Eu não vou descrevê-lo com todos os detalhes, pois, como já notaram (os que, inadvertidamente, tem acompanhado o meu trabalho), o importante é contar os milagres sem identificar o santo: este presidente foi um dos melhores oradores que passaram pela Câmara. Como lia e escrevia muito bem, ocupou o cargo de secretário várias vezes, mas presidente mesmo só foi uma, embora tenha concorrido para o cargo em várias eleições da Mesa. Bom papo, bom pescador! Muitas vezes estivemos juntos em Ibiúna, Cerquilho, Laranjal Paulista e até em Angatuba no Rio Paranapa-nema, já que naquele tempo, aqui por perto, não existiam tantos pesqueiros, que só vieram a ser criados em tempos mais recentes. Com ele, nessas viagens periódicas, não só cheguei aprender as técnicas mais sutis como também as manhas mais simples da pescaria…

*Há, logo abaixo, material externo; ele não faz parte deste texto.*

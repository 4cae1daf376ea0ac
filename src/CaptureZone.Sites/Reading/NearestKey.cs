namespace CaptureZone.Sites.Reading;

/// <summary>Finds the key that was probably meant.</summary>
internal static class NearestKey
{
    /// <summary>The nearest of the known keys, or null when none is near: at most a third of its letters may differ, or two.</summary>
    /// <param name="found">What was written.</param>
    /// <param name="known">What is known.</param>
    public static string? Of(string found, IEnumerable<string> known) =>
        known.Select(key => (key, distance: Distance(found.ToLowerInvariant(), key.ToLowerInvariant())))
            .Where(pair => pair.distance <= Math.Max(2, pair.key.Length / 3) && pair.distance < pair.key.Length)
            .OrderBy(pair => pair.distance)
            .Select(pair => pair.key)
            .FirstOrDefault();

    /// <summary>Least number of letters to insert, delete or replace (V.I. Levenshtein, Soviet Physics Doklady 10, 1966).</summary>
    private static int Distance(string a, string b)
    {
        int[] row = [.. Enumerable.Range(0, b.Length + 1)];
        for (int i = 1; i <= a.Length; i++)
        {
            int diagonal = row[0];
            row[0] = i;
            for (int j = 1; j <= b.Length; j++)
            {
                int replaced = diagonal + (a[i - 1] == b[j - 1] ? 0 : 1);
                diagonal = row[j];
                row[j] = Math.Min(replaced, Math.Min(row[j], row[j - 1]) + 1);
            }
        }

        return row[^1];
    }
}
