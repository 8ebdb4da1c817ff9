"""The published JSON schema of the board file."""

import json
from importlib.resources import files
from pathlib import Path

import jsonschema
import pytest
import tomli

from bitweight.board.decoding.boards import TABLES
from bitweight.board.decoding.schemas import board_schema, schema_text
from board.mistaken import mistakes_of
from board.samples import HATCHERY, SMALLEST


def test_the_published_schema_is_the_generated_one() -> None:
    """The file in the package is what the fields make."""
    published = (files("bitweight.board") / "board.schema.json").read_text(encoding="utf-8")
    assert published == schema_text()


def test_the_schema_is_one() -> None:
    """It is a valid schema of its own draft and names every table."""
    schema = board_schema()
    jsonschema.Draft202012Validator.check_schema(schema)
    properties = schema["properties"]
    assert isinstance(properties, dict)
    assert tuple(properties) == TABLES


@pytest.mark.parametrize("text", [HATCHERY, SMALLEST], ids=["all tables", "smallest"])
def test_right_board_files_fit_the_schema(text: str) -> None:
    """What the program reads, an editor accepts."""
    data = json.loads(json.dumps(tomli.loads(text), default=str))
    jsonschema.validate(data, board_schema())


@pytest.mark.parametrize(
    ("old", "new"),
    [
        ("bits = 8", "bits = 0"),
        ("bits = 8", "bist = 8"),
        ('coding = "unsigned"', 'coding = "signed"'),
        ('kind = "shunt"', 'kind = "shunts"'),
        ('kind = "shunt"', 'kind = "divider"'),
        ("[target]", "[targets]"),
        ('voltage = "3.3 V 2%"', "voltage = 3.3"),
    ],
)
def test_wrong_board_files_do_not_fit(old: str, new: str) -> None:
    """An editor marks what the program would refuse."""
    assert old in HATCHERY
    data = json.loads(json.dumps(tomli.loads(HATCHERY.replace(old, new, 1)), default=str))
    with pytest.raises(jsonschema.ValidationError):
        jsonschema.validate(data, board_schema())


def test_the_corpus_fits_the_schema() -> None:
    """Every board file of the corpus without mistakes is accepted by the published schema."""
    validator = jsonschema.Draft202012Validator(board_schema())
    corpus = Path(__file__).parents[3] / "corpus"
    texts = [path.read_text(encoding="utf-8") for path in sorted(corpus.glob("*/*/board.toml"))]
    right = [text for text in texts if not mistakes_of(text)]
    assert right
    for text in right:
        validator.validate(json.loads(json.dumps(tomli.loads(text), default=str)))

Até aí, tudo bem, quando então entra o outro lado da estória: numa tarde, já em final de expediente, ele aparece na Secretaria da Câmara com duas pretendentes a uma noitada de amor… Caramba!… Eu não esperava tanto, nem imaginava que o nosso relacionamento de amizade tivesse atingido um nível assim tão elevado que o fizesse agir daquela forma. Mas, o pior de tudo, para infelicidade dele e um pouco de tristeza minha, é que, exatamente naquele mesmo instante, a minha esposa também se encontrava na Câmara, aguardando o final do Expediente para, em minha companhia, fazer algumas compras no mercado ao lado! Reflexo rápido, ação imediata: o Presidente trouxera as duas honradas e respeitáveis munícipes para preencher os formulários do Título de Eleitor. E, com isso, o programa foi frustrado.
Soube no outro dia, contado por ele mesmo, que com as duas nada pode fazer, a não ser jantar num restaurante de uma cidade vizinha e, depois, voltar para a casa, todos os três num comportamento impecável!
E, mais uma vez, o Presidente demonstrou sua exímia habilidade de pescador; mas por falta de uma simples estratégia (e porque não dizer de uma imperdoável falha minha) pelo menos naquela noite não teve condições de abocanhar a presa…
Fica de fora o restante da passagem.